Midlands productions

Published: 22 January 2017
Reporter: Steve Orme

The Play That Goes Wrong at the Belgrade Theatre, Coventry
Graeme Brookes (Alan), Kerry Bennett (Dawn) and Alastair Whatley (Oliver) in Invincible at Northampton Royal
Jack Shepherd and Clive Mantle in The Verdict at Malvern Theatres

Celebrating the lives and career of Simon and Garfunkel and featuring a cast of actor-musicians, The Simon and Garfunkel Story is told at the Guildhall Theatre, Derby on Tuesday and Wednesday.

Mischief Theatre visits the Belgrade, Coventry with The Play That Goes Wrong from Tuesday until Saturday.

Telling the “captivating” tale of how of one of Britain’s greatest bands, the Kinks, rose to stardom, Sunny Afternoon swings into the Theatre Royal, Nottingham from Tuesday until Saturday.

Produced by the Original Theatre Company, Torben Betts’s comedy Invincible, about a couple who decide to downsize and shift their middle-class London lifestyle to a small town in the north of England, tours to Northampton Royal from Tuesday until Saturday.

Robert Louis Stevenson’s tale of pirates and adventure is brought to life in Rumpus Theatre’s “hysterical” new version of Treasure Island at the Pomegranate Theatre, Chesterfield from Tuesday until Sunday.

Clive Mantle, Jack Shepherd and Richard Walsh feature in Middle Ground Theatre Company’s world première of courtroom thriller The Verdict by Barry Reed, adapted by Margaret May Hobbs, at Malvern Theatres from Wednesday until Saturday.

Coventry-based Theatre Absolute and Moving Spaces present Traum, “a story of new arrivals, migration and dreams told through blistering choreography, experimental breaking and vivid narrative”, at Déda, Derby on Thursday.

Strictly Come Dancing professional Brendan Cole hosts a “spectacular” production featuring guest dancers, singers and a 14-piece band in All Night Long at Wolverhampton Grand on Thursday.

Talking Scarlet performs William Fairchild’s thriller The Sound of Murder at Buxton Opera House on Thursday and Friday.

Anton du Beke and Erin Boag, “the nation’s favourite ballroom couple”, take their new show Anton and Erin: Swing Time to Derngate, Northampton on Thursday and Friday and the Symphony Hall, Birmingham on Saturday.

Two performers—one Greek, one French—dance and shout, cry and sing, agree and disagree, about life in a “darkly comic look at the EU's founding ideals and what got lost along the way” in Eurohouse by Bertrand Lesca and Nasi Voutsas in The Door at Birmingham REP from Thursday until Saturday, while in The Studio REP associate director Alexander Zeldin and his company consider the strains on families who are placed in temporary accommodation in Love from Thursday until Saturday 11 February.

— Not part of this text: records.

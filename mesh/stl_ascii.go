package mesh

import (
	"bufio"
	"bytes"
	"fmt"
	"io"
	"math"
	"slices"
	"strconv"
	"strings"

	"github.com/go-gl/mathgl/mgl64"
)

// ASCII STL is a list of solids, each "solid NAME" ... "endsolid NAME", holding facets
// "facet normal nx ny nz / outer loop / vertex x y z (three times) / endloop / endfacet".
// Keywords are read in any case. Every solid is read. A facet that breaks the pattern is
// skipped, and so is text between facets; both are reported with their line numbers.

// asciiLexer splits the text into words, counting lines. A word longer than maxWord is cut
// (it is garbage anyway), so no line, however long, makes it allocate.
type asciiLexer struct {
	r        *bufio.Reader
	line     int // line of the last byte read (from 1)
	word     []byte
	wordLine int   // line where the word starts
	read     int64 // bytes consumed
	back     bool  // the last word is to be read again
	err      error // io.EOF at the end
}

const maxWord = 64

func (l *asciiLexer) readByte() (byte, bool) {
	c, err := l.r.ReadByte()
	if err != nil {
		l.err = err
		return 0, false
	}
	l.read++
	if c == '\n' {
		l.line++
	}
	return c, true
}

// next reads the next word; false at the end of the text (or a read error, in l.err).
func (l *asciiLexer) next() bool {
	if l.back {
		l.back = false
		return true
	}
	var c byte
	var ok bool
	for {
		if c, ok = l.readByte(); !ok {
			return false
		}
		if !stlSpace(c) {
			break
		}
	}
	l.wordLine = l.line
	l.word = append(l.word[:0], c)
	for {
		if c, ok = l.readByte(); !ok {
			return true
		}
		if stlSpace(c) {
			if c == '\n' {
				l.line-- // the newline belongs after the word; counted again when skipped
				l.r.UnreadByte()
				l.read--
			}
			return true
		}
		if len(l.word) < maxWord {
			l.word = append(l.word, c)
		}
	}
}

// restOfLine skips to the end of the current line (a solid's name).
func (l *asciiLexer) restOfLine() {
	for {
		c, ok := l.readByte()
		if !ok || c == '\n' {
			return
		}
	}
}

func (l *asciiLexer) is(keyword string) bool { return bytes.EqualFold(l.word, []byte(keyword)) }

// shown is the word as a message may quote it.
func (l *asciiLexer) shown() string {
	w := string(l.word)
	if len(l.word) >= maxWord {
		w += "..."
	}
	return strconv.QuoteToASCII(w)
}

// readASCII reads every solid of an ASCII STL.
func (rd *stlReader) readASCII() error {
	lx := &asciiLexer{r: bufio.NewReaderSize(rd.r, 1<<16), line: 1}
	if bom, err := lx.r.Peek(3); err == nil && bytes.Equal(bom, []byte("\xEF\xBB\xBF")) {
		lx.r.Discard(3)
		lx.read = 3
	}
	inSolid := false
	lastProg := int64(0)
	strayFrom := 0 // first line of a run of text between facets, 0 when none is open
	endStray := func(to int) {
		if strayFrom == 0 {
			return
		}
		rd.strayRuns++
		where := fmt.Sprintf("line %d", strayFrom)
		if to > strayFrom {
			where = fmt.Sprintf("lines %d-%d", strayFrom, to)
		}
		rd.problem(where + ": text between facets that is not a facet was skipped")
		strayFrom = 0
	}
	for n := 0; lx.next(); n++ {
		if n&1023 == 0 {
			if err := rd.stopped(); err != nil {
				return err
			}
			if rd.progress != nil && lx.read-lastProg >= 1<<20 {
				lastProg = lx.read
				rd.progress(lx.read, rd.size)
			}
		}
		switch {
		case lx.is("facet"):
			endStray(lx.wordLine - 1)
			if err := rd.asciiFacet(lx); err != nil {
				return err
			}
		case lx.is("solid"):
			endStray(lx.wordLine - 1)
			if inSolid {
				rd.unterminated = true
			}
			inSolid = true
			rd.solids++
			lx.restOfLine()
		case lx.is("endsolid"):
			endStray(lx.wordLine - 1)
			inSolid = false
			lx.restOfLine()
		default:
			if strayFrom == 0 {
				strayFrom = lx.wordLine
			}
			lx.restOfLine()
		}
	}
	endStray(lx.line)
	if lx.err != nil && lx.err != io.EOF {
		return fmt.Errorf("%s: line %d: %w", rd.name, lx.line, lx.err)
	}
	if inSolid {
		rd.unterminated = true
	}
	return nil
}

func (rd *stlReader) problem(msg string) {
	if len(rd.problems) < maxProblemsKept {
		rd.problems = append(rd.problems, msg)
	}
}

// asciiFacet reads one facet after its "facet" keyword. A facet that breaks the pattern is
// skipped (up to its endfacet, or to the next keyword that starts something else).
func (rd *stlReader) asciiFacet(lx *asciiLexer) error {
	start := lx.wordLine
	fail := func(format string, a ...any) {
		rd.skipped++
		rd.problem(fmt.Sprintf("line %d: facet skipped: %s", lx.wordLine, fmt.Sprintf(format, a...)))
		// Resynchronise: up to this facet's end, or the start of the next one.
		for lx.next() {
			switch {
			case lx.is("endfacet"):
				return
			case lx.is("facet"), lx.is("solid"), lx.is("endsolid"):
				lx.back = true
				return
			}
		}
	}
	expect := func(kw string) bool {
		if !lx.next() {
			fail("the file ends inside the facet that starts on line %d", start)
			return false
		}
		if !lx.is(kw) {
			fail("%q expected, found %s", kw, lx.shown())
			return false
		}
		return true
	}
	var nums [3]float64
	number3 := func(what string) bool {
		for a := range 3 {
			if !lx.next() {
				fail("the file ends inside the facet that starts on line %d", start)
				return false
			}
			// Coordinates are float32 in either STL flavour; reading them so keeps an ASCII
			// file and its binary twin identical.
			v, err := strconv.ParseFloat(string(lx.word), 32)
			if err != nil && !isRangeError(err) {
				fail("%s: %s is not a number", what, lx.shown())
				return false
			}
			nums[a] = v
		}
		return true
	}
	if !expect("normal") || !number3("normal") || !expect("outer") || !expect("loop") {
		return nil
	}
	var tri [3]mgl64.Vec3
	for c := range 3 {
		if !expect("vertex") || !number3("vertex") {
			return nil
		}
		tri[c] = mgl64.Vec3{nums[0], nums[1], nums[2]}
	}
	if !expect("endloop") || !expect("endfacet") {
		return nil
	}
	t := len(rd.corners) / 3
	if t >= MaxTriangles {
		return fmt.Errorf("%s: line %d: more than the %d triangles a surface may have here; "+
			"export the surface at a coarser resolution", rd.name, start, MaxTriangles)
	}
	rd.lines = append(rd.lines, int32(min(start, math.MaxInt32)))
	for c := range 3 {
		v := tri[c].Mul(rd.scale)
		if !finiteVec(tri[c]) || math.Abs(tri[c][0]) > math.MaxFloat32 || math.Abs(tri[c][1]) > math.MaxFloat32 ||
			math.Abs(tri[c][2]) > math.MaxFloat32 {
			return rd.notFinite(t)
		}
		if !finiteVec(v) {
			return fmt.Errorf("%s: %s: a coordinate times the scale %g is too large to hold", rd.name, rd.where(t), rd.scale)
		}
		rd.corners = append(rd.corners, v)
	}
	return nil
}

func isRangeError(err error) bool {
	ne, ok := err.(*strconv.NumError)
	return ok && ne.Err == strconv.ErrRange
}

// notes states what an ASCII read skipped or found unusual.
func (rd *stlReader) notes() []string {
	var w []string
	if rd.skipped > 0 || rd.strayRuns > 0 {
		var what []string
		if rd.skipped > 0 {
			what = append(what, fmt.Sprintf("%d facets that could not be read were skipped", rd.skipped))
		}
		if rd.strayRuns > 0 {
			what = append(what, fmt.Sprintf("%d runs of text between facets were skipped", rd.strayRuns))
		}
		msg := strings.Join(what, " and ") + " (" + strings.Join(rd.problems, "; ")
		if more := rd.skipped + rd.strayRuns - len(rd.problems); more > 0 {
			msg += fmt.Sprintf("; and %d more", more)
		}
		w = append(w, msg+"). The surface may have holes where they were; repair or re-export the file")
	}
	if rd.solids > 1 {
		w = append(w, fmt.Sprintf("the file holds %d solids (solid ... endsolid); the triangles of all of them were read", rd.solids))
	}
	if rd.unterminated {
		w = append(w, "a solid has no endsolid line; the file may have been cut short or joined from pieces")
	}
	return w
}

// checkOutliers refuses a surface with a corner far from all the rest (a corrupt vertex): it
// would stretch the weld tolerance, the units check and every measure. "Far" is four times
// the extent of the central 99 % of the corners beyond it, per axis, estimated from an even
// sample so it costs one pass.
func (rd *stlReader) checkOutliers() error {
	n := rd.cornerCount()
	if n < 64 {
		return nil
	}
	step := max(1, n/30000)
	var samples [3][]float64
	for a := range samples {
		samples[a] = make([]float64, 0, n/step+1)
	}
	for i := 0; i < n; i += step {
		c := rd.corner(i)
		for a := range 3 {
			samples[a] = append(samples[a], c[a])
		}
	}
	var lo, hi mgl64.Vec3
	for a, sample := range samples {
		slices.Sort(sample)
		k := len(sample) / 200
		lo[a], hi[a] = sample[k], sample[len(sample)-1-k]
	}
	extent := max(hi[0]-lo[0], hi[1]-lo[1], hi[2]-lo[2])
	var minV, maxV mgl64.Vec3
	for a := range 3 {
		minV[a], maxV[a] = lo[a]-4*extent, hi[a]+4*extent
	}
	if rd.boxed && rd.lo[0] >= minV[0] && rd.lo[1] >= minV[1] && rd.lo[2] >= minV[2] &&
		rd.hi[0] <= maxV[0] && rd.hi[1] <= maxV[1] && rd.hi[2] <= maxV[2] {
		return nil // every corner is inside: no need to look at each
	}
	first, count := -1, 0
	for i := range n {
		c := rd.corner(i)
		if c[0] < minV[0] || c[0] > maxV[0] || c[1] < minV[1] || c[1] > maxV[1] || c[2] < minV[2] || c[2] > maxV[2] {
			if first < 0 {
				first = i
			}
			count++
		}
	}
	if first < 0 {
		return nil
	}
	c := rd.corner(first)
	place := rd.where(first / 3)
	if rd.binary {
		place = fmt.Sprintf("triangle %d, corner %d (byte %d)", first/3+1, first%3+1,
			stlHeaderSize+stlRecordSize*int64(first/3)+12+12*int64(first%3))
	}
	others := ""
	if count > 1 {
		others = fmt.Sprintf(" (%d corners in all lie that far out)", count)
	}
	return fmt.Errorf("%s: %s lies at (%.6g, %.6g, %.6g), far outside the rest of the surface, which lies "+
		"within x %.4g..%.4g, y %.4g..%.4g, z %.4g..%.4g%s: a corrupt vertex? Repair or re-export the file",
		rd.name, place, c[0], c[1], c[2], lo[0], hi[0], lo[1], hi[1], lo[2], hi[2], others)
}
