package mesh

import (
	"math"
	"sync"

	"github.com/go-gl/mathgl/mgl64"
)

// RayFan casts a fan of rays from orig in one plane, ray j along u*cos[j] + v*sin[j]
// (u and v orthonormal, the direction made as u.Mul(cos[j]).Add(v.Mul(sin[j]))), and writes
// into t[j] the T that Ray(orig, that direction, tMax) returns, bit for bit, or -1 where Ray
// finds no hit. It is for the many rays a cross-section casts from one station: instead of
// walking the tree once per ray it gathers, in one walk, the triangles that reach the fan's
// plane, sorts them into sectors by the angles they cover as seen from orig, and tests each
// ray against its sector's triangles only, with the same triangle test as Ray.
//
// Why the answer is Ray's: a triangle a ray hits contains a point of the plane in the ray's
// direction, so it is among the gathered triangles (with margins far above rounding), and
// the fan finds the least T over every triangle that could be hit. Ray finds the same
// triangle unless rounding keeps its leaf's box from the ray; so the fan checks that box
// exactly as Ray would (a parent's box holds its child's, so its test passes too) and casts
// Ray itself for the rare ray where the box test fails.
//
// It pays where the plane meets a few triangles per ray (a scan's surface around a canal);
// on a surface far finer than that, casting each ray costs less: see FanCaster.
func (b *BVH) RayFan(orig, u, v mgl64.Vec3, cos, sin []float64, tMax float64, t []float64) {
	b.rayFan(orig, u, v, cos, sin, tMax, t)
}

// FanCaster casts fans of rays for one goroutine, the whole fan at once (RayFan) or ray by
// ray (Ray), whichever the last fan says is cheaper: where a fan's plane met more than
// fanMaxPerRay triangles per ray, the next fanRecheck fans go ray by ray before a fan is
// tried again. The answers are the same either way.
type FanCaster struct {
	BVH  *BVH
	skip int
}

// Sizes of FanCaster's choice: past about six triangles per ray (a plane across a tube of
// 512 facets around) the fan costs more than the rays; nearby stations meet alike.
const (
	fanMaxPerRay = 4
	fanRecheck   = 15
)

// Cast is RayFan, or Ray for each ray, with the same answers.
func (fc *FanCaster) Cast(orig, u, v mgl64.Vec3, cos, sin []float64, tMax float64, t []float64) {
	if fc.skip > 0 {
		fc.skip--
		for j := range cos {
			t[j] = -1
			if h, ok := fc.BVH.Ray(orig, u.Mul(cos[j]).Add(v.Mul(sin[j])), tMax); ok {
				t[j] = h.T
			}
		}
		return
	}
	if met := fc.BVH.rayFan(orig, u, v, cos, sin, tMax, t); met > fanMaxPerRay*len(cos) {
		fc.skip = fanRecheck
	}
}

// rayFan is RayFan; it returns how many triangles the fan's plane met.
func (b *BVH) rayFan(orig, u, v mgl64.Vec3, cos, sin []float64, tMax float64, t []float64) int {
	n := len(cos)
	if len(b.nodes) == 0 || !(tMax > 0) {
		for j := range n {
			t[j] = -1
		}
		return 0
	}
	f := fanPool.Get().(*fanScratch)
	defer fanPool.Put(f)
	f.gather(b, orig, u, v, n)
	for j := range n {
		dir := u.Mul(cos[j]).Add(v.Mul(sin[j]))
		if dir == (mgl64.Vec3{}) {
			t[j] = -1
			continue
		}
		sec := f.sector(pseudoAngle(cos[j], sin[j]))
		best, leaf := tMax, int32(-1)
		for _, c := range f.bins[f.start[sec]:f.start[sec+1]] {
			if hit, _, _, _, ok := rayTri(&b.tris[c.tri], orig, dir); ok && hit > 0 && hit < best {
				best, leaf = hit, c.leaf
			}
		}
		if leaf < 0 {
			t[j] = -1
			continue
		}
		if _, ok := rayBoxEnter(b.nodes[leaf].lo, b.nodes[leaf].hi, orig, inverse(dir), best); ok {
			t[j] = best
			continue
		}
		t[j] = -1
		if h, ok := b.Ray(orig, dir, tMax); ok {
			t[j] = h.T
		}
	}
	return len(f.found)
}

// fanCandidate is a triangle (index in leaf order) and the leaf that holds it.
type fanCandidate struct{ tri, leaf int32 }

// fanScratch holds one fan's triangles by sector; reused across calls through fanPool.
type fanScratch struct {
	stack  []int32
	found  []fanCandidate
	lo, hi []int32 // each found triangle's sectors, lo..hi (hi may pass the last: it wraps)
	count  []int32
	start  []int32
	bins   []fanCandidate
	nSec   int
}

var fanPool = sync.Pool{New: func() any { return &fanScratch{} }}

// Angles are pseudo-angles (pseudoAngle): a quarter turn is 1, half a turn 2.

// fanAngleMargin widens each triangle's angles: rounding moves them by far less.
const fanAngleMargin = 1e-7

// fanWholeSpan: a triangle whose projection comes this close to covering half the turn around
// orig (orig lies on or next to it, seen along the normal) goes into every sector.
const fanWholeSpan = 2 - 1e-3

// pseudoAngle is a cheap stand-in for the angle of (x, y), in [0, 4): it grows with the angle
// (by 1/2 to 1 per radian, so margins stay margins), is 1 at each quarter turn, and adds 2 for
// half a turn (at (-x, -y)), so spans of less than half a turn stay under 2. Not (0, 0).
func pseudoAngle(x, y float64) float64 {
	switch {
	case y >= 0 && x >= 0:
		return y / (x + y)
	case y >= 0:
		return 1 - x/(y-x)
	case x < 0:
		return 2 - y/(-x-y)
	default:
		return 3 + x/(x-y)
	}
}

// sector is the sector of a pseudo-angle in [0, 4).
func (f *fanScratch) sector(a float64) int {
	k := int(math.Floor(a * (float64(f.nSec) / 4)))
	return min(max(k, 0), f.nSec-1)
}

// gather collects the triangles that reach the plane through orig spanned by u and v and
// files them by the sectors of angle they cover, nSec sectors around the turn.
func (f *fanScratch) gather(b *BVH, orig, u, v mgl64.Vec3, nSec int) {
	f.nSec = max(nSec, 1)
	f.found, f.lo, f.hi = f.found[:0], f.lo[:0], f.hi[:0]
	w := u.Cross(v)
	if l := w.Len(); l > 0 {
		w = w.Mul(1 / l)
	}
	root := &b.nodes[0]
	scale := 1.0
	for k := range 3 {
		scale = max(scale, math.Abs(orig[k]), math.Abs(root.lo[k]), math.Abs(root.hi[k]))
	}
	// The plane's slack: far above what rounding moves a hit point off it.
	pad := 1e-9 * scale
	f.stack = append(f.stack[:0], 0)
	for len(f.stack) > 0 {
		i := f.stack[len(f.stack)-1]
		f.stack = f.stack[:len(f.stack)-1]
		nd := &b.nodes[i]
		c := nd.lo.Add(nd.hi).Mul(0.5).Sub(orig)
		e := nd.hi.Sub(nd.lo).Mul(0.5)
		r := math.Abs(w[0])*e[0] + math.Abs(w[1])*e[1] + math.Abs(w[2])*e[2]
		if !(math.Abs(c.Dot(w)) <= r+pad) {
			continue
		}
		if nd.count == 0 {
			f.stack = append(f.stack, nd.first, nd.first+1)
			continue
		}
		for k := nd.first; k < nd.first+nd.count; k++ {
			f.file(&b.tris[k], k, i, orig, u, v, w, pad)
		}
	}
	// Counting sort into sectors.
	f.count = resize(f.count, f.nSec+1)
	for k := range f.count {
		f.count[k] = 0
	}
	for k := range f.found {
		for s := f.lo[k]; s <= f.hi[k]; s++ {
			f.count[int(s)%f.nSec]++
		}
	}
	f.start = resize(f.start, f.nSec+1)
	sum := int32(0)
	for s := range f.nSec {
		f.start[s] = sum
		sum += f.count[s]
		f.count[s] = f.start[s]
	}
	f.start[f.nSec] = sum
	if cap(f.bins) < int(sum) {
		f.bins = make([]fanCandidate, sum)
	}
	f.bins = f.bins[:sum]
	for k, c := range f.found {
		for s := f.lo[k]; s <= f.hi[k]; s++ {
			sec := int(s) % f.nSec
			f.bins[f.count[sec]] = c
			f.count[sec]++
		}
	}
}

// file adds triangle k (of leaf) when it reaches the plane, with the sectors it covers.
func (f *fanScratch) file(tr *bvhTri, k, leaf int32, orig, u, v, w mgl64.Vec3, pad float64) {
	a := tr.a.Sub(orig)
	corners := [3]mgl64.Vec3{a, a.Add(tr.e1), a.Add(tr.e2)}
	d0, d1, d2 := corners[0].Dot(w), corners[1].Dot(w), corners[2].Dot(w)
	if !(min(d0, d1, d2) <= pad && max(d0, d1, d2) >= -pad) {
		return // off the plane (or not a number: such a triangle is never hit)
	}
	var x, y [3]float64
	for c, p := range corners {
		x[c], y[c] = p.Dot(u), p.Dot(v)
	}
	whole := func() {
		f.found = append(f.found, fanCandidate{k, leaf})
		f.lo = append(f.lo, 0)
		f.hi = append(f.hi, int32(f.nSec-1))
	}
	// orig inside the projected triangle, on its edge or on a corner: every direction.
	c0 := x[0]*y[1] - y[0]*x[1]
	c1 := x[1]*y[2] - y[1]*x[2]
	c2 := x[2]*y[0] - y[2]*x[0]
	if (c0 >= 0 && c1 >= 0 && c2 >= 0) || (c0 <= 0 && c1 <= 0 && c2 <= 0) {
		whole()
		return
	}
	// Outside: the triangle covers less than half a turn; its angles relative to the first
	// corner's give the span.
	a0 := pseudoAngle(x[0], y[0])
	lo, hi := 0.0, 0.0
	for c := 1; c < 3; c++ {
		d := pseudoAngle(x[c], y[c]) - a0
		if d > 2 {
			d -= 4
		} else if d < -2 {
			d += 4
		}
		lo, hi = min(lo, d), max(hi, d)
	}
	if !(hi-lo < fanWholeSpan) {
		whole()
		return
	}
	// Sectors as sector counts them, without the clamp: the span may run past 0 or 4.
	at := func(a float64) int { return int(math.Floor(a * (float64(f.nSec) / 4))) }
	from, to := at(a0+lo-fanAngleMargin), at(a0+hi+fanAngleMargin)
	if to-from+1 >= f.nSec {
		whole()
		return
	}
	shift := ((from%f.nSec)+f.nSec)%f.nSec - from
	from, to = from+shift, to+shift
	f.found = append(f.found, fanCandidate{k, leaf})
	f.lo = append(f.lo, int32(from))
	f.hi = append(f.hi, int32(to))
}

// resize returns s with length n, reusing its array when it is large enough.
func resize(s []int32, n int) []int32 {
	if cap(s) < n {
		return make([]int32, n)
	}
	return s[:n]
}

Birmingham-based dance company ACE takes its new production Ten which “explores humanity’s urge to reach for the power of 10—the universal symbol of completion”—to Lichfield Garrick on Friday.

Haunted by curiosity, a young man attempts to piece together the ghost story of his childhood home in Jack Brittain’s I Used to Hear Footsteps in the Studio at Derby Theatre on Friday.

A new adaptation by New Vic artistic director Theresa Heskins of The Snow Queen by Hans Christian Andersen continues at the Newcastle-under-Lyme theatre-in-the-round until Saturday.

LipService Theatre Company explores the world of women writers, scribbling in secret or under pseudonyms, in Mr Darcy Loses the Plot at the Pavilion Arts Centre, Buxton on Sunday.

John Barrowman, Steve McFadden, Danielle Hope, the Krankies, Jodie Prenger and Matt Slack are among the cast of Dick Whittington which continues at Birmingham Hippodrome until Sunday.

At the Royal Shakespeare Company in Stratford, in the Swan Theatre Blanche McIntyre directs The Two Noble Kinsmen, attributed to William Shakespeare and John Fletcher, which continues until Tuesday 7 February, the world première of Anders Lustgarten’s play The Seven Acts of Mercy continues until Friday 10 February and Aphra Behn’s The Rover continues until Saturday 11 February.